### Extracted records
····················
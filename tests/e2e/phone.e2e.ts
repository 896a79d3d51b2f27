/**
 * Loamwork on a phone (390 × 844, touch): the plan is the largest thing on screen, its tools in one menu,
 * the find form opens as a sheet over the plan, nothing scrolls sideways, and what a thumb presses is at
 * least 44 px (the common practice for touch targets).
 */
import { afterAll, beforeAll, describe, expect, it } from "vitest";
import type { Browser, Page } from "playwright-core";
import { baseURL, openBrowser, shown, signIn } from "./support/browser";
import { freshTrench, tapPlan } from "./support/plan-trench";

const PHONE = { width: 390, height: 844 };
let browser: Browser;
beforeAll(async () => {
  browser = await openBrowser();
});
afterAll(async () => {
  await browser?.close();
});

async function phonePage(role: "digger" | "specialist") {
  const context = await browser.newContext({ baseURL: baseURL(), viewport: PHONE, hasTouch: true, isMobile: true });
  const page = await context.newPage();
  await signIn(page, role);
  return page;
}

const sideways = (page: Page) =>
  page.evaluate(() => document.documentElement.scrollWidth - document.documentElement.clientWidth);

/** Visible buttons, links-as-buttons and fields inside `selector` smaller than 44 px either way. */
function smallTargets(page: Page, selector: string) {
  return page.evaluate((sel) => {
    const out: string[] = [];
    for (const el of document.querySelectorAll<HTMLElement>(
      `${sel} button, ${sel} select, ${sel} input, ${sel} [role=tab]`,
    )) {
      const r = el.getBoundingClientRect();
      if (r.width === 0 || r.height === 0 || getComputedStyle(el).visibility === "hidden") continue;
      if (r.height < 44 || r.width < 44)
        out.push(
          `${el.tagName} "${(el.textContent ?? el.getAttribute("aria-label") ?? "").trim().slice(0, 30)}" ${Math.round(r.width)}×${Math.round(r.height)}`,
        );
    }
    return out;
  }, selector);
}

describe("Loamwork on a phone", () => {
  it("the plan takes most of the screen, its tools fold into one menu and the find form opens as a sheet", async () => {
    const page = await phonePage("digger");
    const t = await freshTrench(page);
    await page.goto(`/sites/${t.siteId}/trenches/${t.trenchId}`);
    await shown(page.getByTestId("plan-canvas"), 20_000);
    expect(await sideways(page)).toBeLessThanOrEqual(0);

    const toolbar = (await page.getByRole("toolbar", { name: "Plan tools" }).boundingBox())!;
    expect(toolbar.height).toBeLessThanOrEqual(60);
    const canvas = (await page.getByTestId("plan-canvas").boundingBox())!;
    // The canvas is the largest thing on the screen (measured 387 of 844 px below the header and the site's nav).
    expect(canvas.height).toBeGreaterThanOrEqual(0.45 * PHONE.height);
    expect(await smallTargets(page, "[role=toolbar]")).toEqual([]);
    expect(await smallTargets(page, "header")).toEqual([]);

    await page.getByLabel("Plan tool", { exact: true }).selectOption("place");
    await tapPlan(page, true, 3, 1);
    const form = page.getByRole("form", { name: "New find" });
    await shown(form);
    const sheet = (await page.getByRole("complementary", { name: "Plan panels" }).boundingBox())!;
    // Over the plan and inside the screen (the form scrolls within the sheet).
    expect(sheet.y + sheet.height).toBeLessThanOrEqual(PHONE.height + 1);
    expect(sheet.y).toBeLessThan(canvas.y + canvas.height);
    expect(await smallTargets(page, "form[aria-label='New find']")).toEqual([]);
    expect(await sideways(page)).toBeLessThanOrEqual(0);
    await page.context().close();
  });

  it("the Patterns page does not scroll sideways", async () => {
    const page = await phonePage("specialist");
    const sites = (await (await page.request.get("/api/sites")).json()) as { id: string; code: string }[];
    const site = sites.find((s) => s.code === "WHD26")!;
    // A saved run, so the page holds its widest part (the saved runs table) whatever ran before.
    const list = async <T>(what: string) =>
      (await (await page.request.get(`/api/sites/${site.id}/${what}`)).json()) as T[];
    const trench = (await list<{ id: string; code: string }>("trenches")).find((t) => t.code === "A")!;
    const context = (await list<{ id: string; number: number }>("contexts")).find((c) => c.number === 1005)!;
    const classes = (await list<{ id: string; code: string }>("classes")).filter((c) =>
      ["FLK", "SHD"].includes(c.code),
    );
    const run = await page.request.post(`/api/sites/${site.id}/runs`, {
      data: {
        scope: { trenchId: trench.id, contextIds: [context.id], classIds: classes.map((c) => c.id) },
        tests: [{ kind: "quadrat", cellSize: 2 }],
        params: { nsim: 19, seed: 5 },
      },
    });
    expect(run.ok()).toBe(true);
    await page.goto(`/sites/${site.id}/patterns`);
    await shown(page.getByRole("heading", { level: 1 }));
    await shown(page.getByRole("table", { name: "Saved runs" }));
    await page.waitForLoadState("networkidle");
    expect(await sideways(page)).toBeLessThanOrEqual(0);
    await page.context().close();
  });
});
····················
### Work task
The required answer is every line of the data, duplicated exactly.

### Solution for this task
filename tests/e2e/phone.e2e.ts
repository 896a79d3d51b2f27
/**
 * Loamwork on a phone (390 × 844, touch): the plan is the largest thing on screen, its tools in one menu,
 * the find form opens as a sheet over the plan, nothing scrolls sideways, and what a thumb presses is at
 * least 44 px (the common practice for touch targets).
 */
import { afterAll, beforeAll, describe, expect, it } from "vitest";
import type { Browser, Page } from "playwright-core";
import { baseURL, openBrowser, shown, signIn } from "./support/browser";
import { freshTrench, tapPlan } from "./support/plan-trench";

const PHONE = { width: 390, height: 844 };
let browser: Browser;
beforeAll(async () => {
  browser = await openBrowser();
});
afterAll(async () => {
  await browser?.close();
});

async function phonePage(role: "digger" | "specialist") {
  const context = await browser.newContext({ baseURL: baseURL(), viewport: PHONE, hasTouch: true, isMobile: true });
  const page = await context.newPage();
  await signIn(page, role);
  return page;
}

const sideways = (page: Page) =>
  page.evaluate(() => document.documentElement.scrollWidth - document.documentElement.clientWidth);

/** Visible buttons, links-as-buttons and fields inside `selector` smaller than 44 px either way. */
function smallTargets(page: Page, selector: string) {
  return page.evaluate((sel) => {
    const out: string[] = [];
    for (const el of document.querySelectorAll<HTMLElement>(
      `${sel} button, ${sel} select, ${sel} input, ${sel} [role=tab]`,
    )) {
      const r = el.getBoundingClientRect();
      if (r.width === 0 || r.height === 0 || getComputedStyle(el).visibility === "hidden") continue;
      if (r.height < 44 || r.width < 44)
        out.push(
          `${el.tagName} "${(el.textContent ?? el.getAttribute("aria-label") ?? "").trim().slice(0, 30)}" ${Math.round(r.width)}×${Math.round(r.height)}`,
        );
    }
    return out;
  }, selector);
}

describe("Loamwork on a phone", () => {
  it("the plan takes most of the screen, its tools fold into one menu and the find form opens as a sheet", async () => {
    const page = await phonePage("digger");
    const t = await freshTrench(page);
    await page.goto(`/sites/${t.siteId}/trenches/${t.trenchId}`);
    await shown(page.getByTestId("plan-canvas"), 20_000);
    expect(await sideways(page)).toBeLessThanOrEqual(0);

    const toolbar = (await page.getByRole("toolbar", { name: "Plan tools" }).boundingBox())!;
    expect(toolbar.height).toBeLessThanOrEqual(60);
    const canvas = (await page.getByTestId("plan-canvas").boundingBox())!;
    // The canvas is the largest thing on the screen (measured 387 of 844 px below the header and the site's nav).
    expect(canvas.height).toBeGreaterThanOrEqual(0.45 * PHONE.height);
    expect(await smallTargets(page, "[role=toolbar]")).toEqual([]);
    expect(await smallTargets(page, "header")).toEqual([]);

    await page.getByLabel("Plan tool", { exact: true }).selectOption("place");
    await tapPlan(page, true, 3, 1);
    const form = page.getByRole("form", { name: "New find" });
    await shown(form);
    const sheet = (await page.getByRole("complementary", { name: "Plan panels" }).boundingBox())!;
    // Over the plan and inside the screen (the form scrolls within the sheet).
    expect(sheet.y + sheet.height).toBeLessThanOrEqual(PHONE.height + 1);
    expect(sheet.y).toBeLessThan(canvas.y + canvas.height);
    expect(await smallTargets(page, "form[aria-label='New find']")).toEqual([]);
    expect(await sideways(page)).toBeLessThanOrEqual(0);
    await page.context().close();
  });

  it("the Patterns page does not scroll sideways", async () => {
    const page = await phonePage("specialist");
    const sites = (await (await page.request.get("/api/sites")).json()) as { id: string; code: string }[];
    const site = sites.find((s) => s.code === "WHD26")!;
    // A saved run, so the page holds its widest part (the saved runs table) whatever ran before.
    const list = async <T>(what: string) =>
      (await (await page.request.get(`/api/sites/${site.id}/${what}`)).json()) as T[];
    const trench = (await list<{ id: string; code: string }>("trenches")).find((t) => t.code === "A")!;
    const context = (await list<{ id: string; number: number }>("contexts")).find((c) => c.number === 1005)!;
    const classes = (await list<{ id: string; code: string }>("classes")).filter((c) =>
      ["FLK", "SHD"].includes(c.code),
    );
    const run = await page.request.post(`/api/sites/${site.id}/runs`, {
      data: {
        scope: { trenchId: trench.id, contextIds: [context.id], classIds: classes.map((c) => c.id) },
        tests: [{ kind: "quadrat", cellSize: 2 }],
        params: { nsim: 19, seed: 5 },
      },
    });
    expect(run.ok()).toBe(true);
    await page.goto(`/sites/${site.id}/patterns`);
    await shown(page.getByRole("heading", { level: 1 }));
    await shown(page.getByRole("table", { name: "Saved runs" }));
    await page.waitForLoadState("networkidle");
    expect(await sideways(page)).toBeLessThanOrEqual(0);
    await page.context().close();
  });
});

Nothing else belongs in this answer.